The £300k (-ish) inclues their salary over 10 or so years. mummyrunnerbean has paid her own medical school fees and is free to do whatever she wants after she graduates, even if it's just to get away from verbally abusive people like you.

Lanchester · 19/01/2016 15:43

I am surprised the Administrator deleted my post made today at 10:12
I was pointing out that mummyrunnerbean in her post on 24th September said that when she finishes medical school she is going to leave the UK because she would be too sad to spend a career working as a doctor for the NHS.
I said that she was behaving like a USER.
That was because she has used the system for her own benefit but has no intention of repaying the country by treating any patients here.
I feel that was FAIR COMMENT and that the Administrator has been unduly influenced by weeblet claiming my comment was "abusive".
Perhaps weeblet should not use talk forums if she is so prone to take offence.
Students in universities may feel that they have a right not to be offended, but come on - we are supposed to be adults here surely?
I notice that on 24th September at 11:05 another contributor to this post did NOT have her post deleted when she ends it with the robustly worded phrase - and I am quoting : " I don't give a fucking shit ! " I am not offended by that, and I am certainly not offended by the word "USER".
Political correctness and oversensitivity can be destructive to proper discussion.

weeeblet · 19/01/2016 16:09

Lanchester Just to be clear, I did not report your post and I am not offended.

That was because she has used the system for her own benefit but has no intention of repaying the country by treating any patients here.

God, you're entitled.
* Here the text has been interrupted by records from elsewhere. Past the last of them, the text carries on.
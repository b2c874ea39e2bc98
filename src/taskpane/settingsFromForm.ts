/**
 * The pane's settings and cooling fields as plain strings, and their conversion to and from
 * `PlanSettings`. Pure (no DOM), so a bad entry becomes an `Issue`, never an exception.
 */
import type { Issue } from "../core/model.js";
import type { CoolingSpec } from "../core/options.js";
import { PLAN_SETTINGS_DEFAULTS, type PlanSettings } from "../sheets/PlanSettings.js";

/** The raw text of every settings field, keyed by the input's id. */
export interface PaneForm {
  readonly scenario: string;
  readonly detour: string;
  readonly speed: string;
  readonly service: string;
  /** "hard" or "soft". */
  readonly windows: string;
  readonly "late-cost": string;
  readonly seconds: string;
  readonly seed: string;
  readonly rule: string;
  /** CoolingSpec kind. */
  readonly schedule: string;
  readonly alpha: string;
  readonly "moves-per-level": string;
  readonly steps: string;
  readonly beta: string;
  /** "calibrate" or "manual". */
  readonly temperatures: string;
  readonly p0: string;
  readonly "p-end": string;
  readonly t0: string;
  readonly "t-end": string;
}

/** The ids of the form fields, in form order. */
export const PANE_FORM_FIELDS: readonly (keyof PaneForm)[] = [
  "scenario",
  "detour",
  "speed",
  "service",
  "windows",
  "late-cost",
  "seconds",
  "seed",
  "rule",
  "schedule",
  "alpha",
  "moves-per-level",
  "steps",
  "beta",
  "temperatures",
  "p0",
  "p-end",
  "t0",
  "t-end",
];

/** What `settingsFromForm` returns. */
export interface FormReading {
  readonly scenario: string;
  readonly settings: PlanSettings;
  /** One issue per bad field (sheet "Settings", cell = field label); empty when all is well. */
  readonly issues: Issue[];
}

/**
 * Read the pane's fields into plan settings. Every bad field is reported at once; its default is
 * used in `settings` so previews can still draw.
 *
 * @param form - the raw field texts
 * @returns scenario name, settings and issues
 * @example settingsFromForm({ ...form, detour: "0.8" }).issues[0].message
 * // => "Detour factor 0.8 must be between 1 and 3 (road distance over straight-line distance)."
 */
export function settingsFromForm(form: PaneForm): FormReading {
  const issues: Issue[] = [];
  const d = PLAN_SETTINGS_DEFAULTS;
  const num = (field: keyof PaneForm, label: string, min: number, max: number, fallback: number, why = ""): number => {
    const text = String(form[field] ?? "").trim();
    const value = Number(text);
    if (text === "" || !Number.isFinite(value) || value < min || value > max) {
      issues.push({
        sheet: "Settings",
        cell: label,
        message: `${label} ${text === "" ? "is empty" : `"${text}"`}: enter a number between ${min} and ${max}${why}.`,
      });
      return fallback;
    }
    return value;
  };
  const scenario = form.scenario.trim() || "Plan 1";
  const detourFactor = num("detour", "Detour factor", 1, 3, d.detourFactor, " (road distance over straight-line distance)");
  const speedKmh = num("speed", "Speed", 1, 200, d.speedKmh, " km/h");
  const serviceMin = num("service", "Service minutes", 0, 600, d.serviceMin);
  const hardWindows = form.windows !== "soft";
  const lateCostPerMin = hardWindows ? d.lateCostPerMin : num("late-cost", "Late cost per minute", 0, 1e6, d.lateCostPerMin);
  const seconds = num("seconds", "Time limit", 1, 3600, d.seconds, " seconds");
  const seed = Math.trunc(num("seed", "Seed", -2_147_483_648, 2_147_483_647, d.seed));
  const rule = form.rule === "logistic" ? "logistic" : "metropolis";
  const manual = form.temperatures === "manual";
  const p0 = manual ? d.p0 : num("p0", "Initial acceptance", 0.01, 0.99, d.p0);
  const pEnd = manual ? d.pEnd : num("p-end", "Final acceptance", 1e-9, 0.5, d.pEnd);
  if (!manual && pEnd >= p0) {
    issues.push({
      sheet: "Settings",
      cell: "Final acceptance",
      message: `Final acceptance ${pEnd} must be below the initial acceptance ${p0}.`,
    });
  }
  const t0 = manual ? num("t0", "T0", 1e-9, 1e12, 100) : undefined;
  const tEnd = manual ? num("t-end", "T end", 1e-12, 1e12, 1) : undefined;
  if (t0 !== undefined && tEnd !== undefined && tEnd >= t0 && form.schedule !== "geometric" && form.schedule !== "lundyMees") {
    issues.push({ sheet: "Settings", cell: "T end", message: `T end ${tEnd} must be below T0 ${t0} for a cooling schedule.` });
  }
  const withT0 = t0 !== undefined ? { t0 } : {};
  const withTEnd = tEnd !== undefined ? { tEnd } : {};
  let cooling: CoolingSpec;
  switch (form.schedule) {
    case "geometric":
      cooling = {
        kind: "geometric",
        alpha: num("alpha", "Factor alpha", 0.5, 0.999999, 0.94),
        // Blank moves per level: the levels are spread over the run so T reaches its end value.
        ...(String(form["moves-per-level"] ?? "").trim() === ""
          ? {}
          : { movesPerLevel: Math.round(num("moves-per-level", "Moves per level", 1, 1e9, 20_000)) }),
        ...withT0,
      };
      break;
    case "linear":
      cooling = { kind: "linear", steps: Math.round(num("steps", "Steps", 1, 10_000, 20)), ...withT0, ...withTEnd };
      break;
    case "lundyMees":
      cooling = { kind: "lundyMees", beta: num("beta", "Beta", 1e-15, 1e6, 1e-4), ...withT0 };
      break;
    default:
      cooling = { kind: "timeFraction", ...withT0, ...withTEnd };
  }
  const settings: PlanSettings = {
    ...d,
    detourFactor,
    speedKmh,
    serviceMin,
    hardWindows,
    lateCostPerMin,
    seconds,
    seed,
    rule,
    cooling,
    p0,
    pEnd,
  };
  return { scenario, settings, issues };
}

/**
 * The form fields that show `settings` (for "Rerun" from a plan sheet).
 *
 * @param settings - settings stored with a plan
 * @param scenario - the scenario name to show
 * @param current - the current form, kept for fields the settings do not set (e.g. unused schedule parameters)
 * @returns the new field texts
 * @example formFromSettings(PLAN_SETTINGS_DEFAULTS, "Plan 2", form).schedule // => "timeFraction"
 */
export function formFromSettings(settings: PlanSettings, scenario: string, current: PaneForm): PaneForm {
  const c = settings.cooling;
  const manual = c.t0 !== undefined;
  return {
    ...current,
    scenario,
    detour: String(settings.detourFactor),
    speed: String(settings.speedKmh),
    service: String(settings.serviceMin),
    windows: settings.hardWindows ? "hard" : "soft",
    "late-cost": String(settings.lateCostPerMin),
    seconds: String(settings.seconds),
    seed: String(settings.seed),
    rule: settings.rule,
    schedule: c.kind,
    ...(c.kind === "geometric"
      ? { alpha: String(c.alpha), "moves-per-level": c.movesPerLevel === undefined ? "" : String(c.movesPerLevel) }
      : {}),
    ...(c.kind === "linear" ? { steps: String(c.steps) } : {}),
    ...(c.kind === "lundyMees" ? { beta: String(c.beta) } : {}),
    temperatures: manual ? "manual" : "calibrate",
    p0: String(settings.p0),
    "p-end": String(settings.pEnd),
    ...(manual ? { t0: String(c.t0) } : {}),
    ...("tEnd" in c && c.tEnd !== undefined ? { "t-end": String(c.tEnd) } : {}),
  };
}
Here's a Biscuit or two and off you go to a primary school and tell the students there that they are users if they do not repay the country in some way.

Lanchester · 19/01/2016 16:17

Ok thanks for pointing that out weeblet

Lanchester · 19/01/2016 16:24

I was referring to the first sentence of your last post I mean - not the rest of it !

Lanchester · 19/01/2016 16:36

Well I think that everyone is entitled to primary and secondary education without incurring any obligation to the country to work here thereafter.
BUT only a small minority of the population are subsidised further by the country on the kind of tertiary courses that will give them life time high earning capacity, so I think that they DO have an obligation to the country in that regard.
Maybe there should be an agreement beforehand that they have to work in the country for a certain number of years in the occupation they are being trained for.
Possibly those tertiary courses could be 100% subsidised if there was an agreement for say 15 years work thereafter etc - with a sliding scale to being 0% subsidised if there was no agreement to work for any years.
Probably that would require some international agreement to be workable though.

OvariesBeforeBrovaries · 19/01/2016 16:52

I feel that was FAIR COMMENT and that the Administrator has been unduly influenced by weeblet claiming my comment was "abusive".

Wow are you new to MN? It could have been anyone who reported you - MNHQ don't immediately delete someone's comment because another poster has replied saying it's abusive...

weeeblet · 19/01/2016 17:10

It would be more palatable if the government were to pay for tertiary courses and its associated costs in return for a certain length of service. But the government have shown no sign of moving towards that as they are now removing bursaries for student nurses.

And where would it end? What about apprenticeships? What about the parent who did a degree and then becomes a SAHP? What about the universities who rely on heavily fees from international students? Are they then indebted to China/the Middle East/a mix of the two?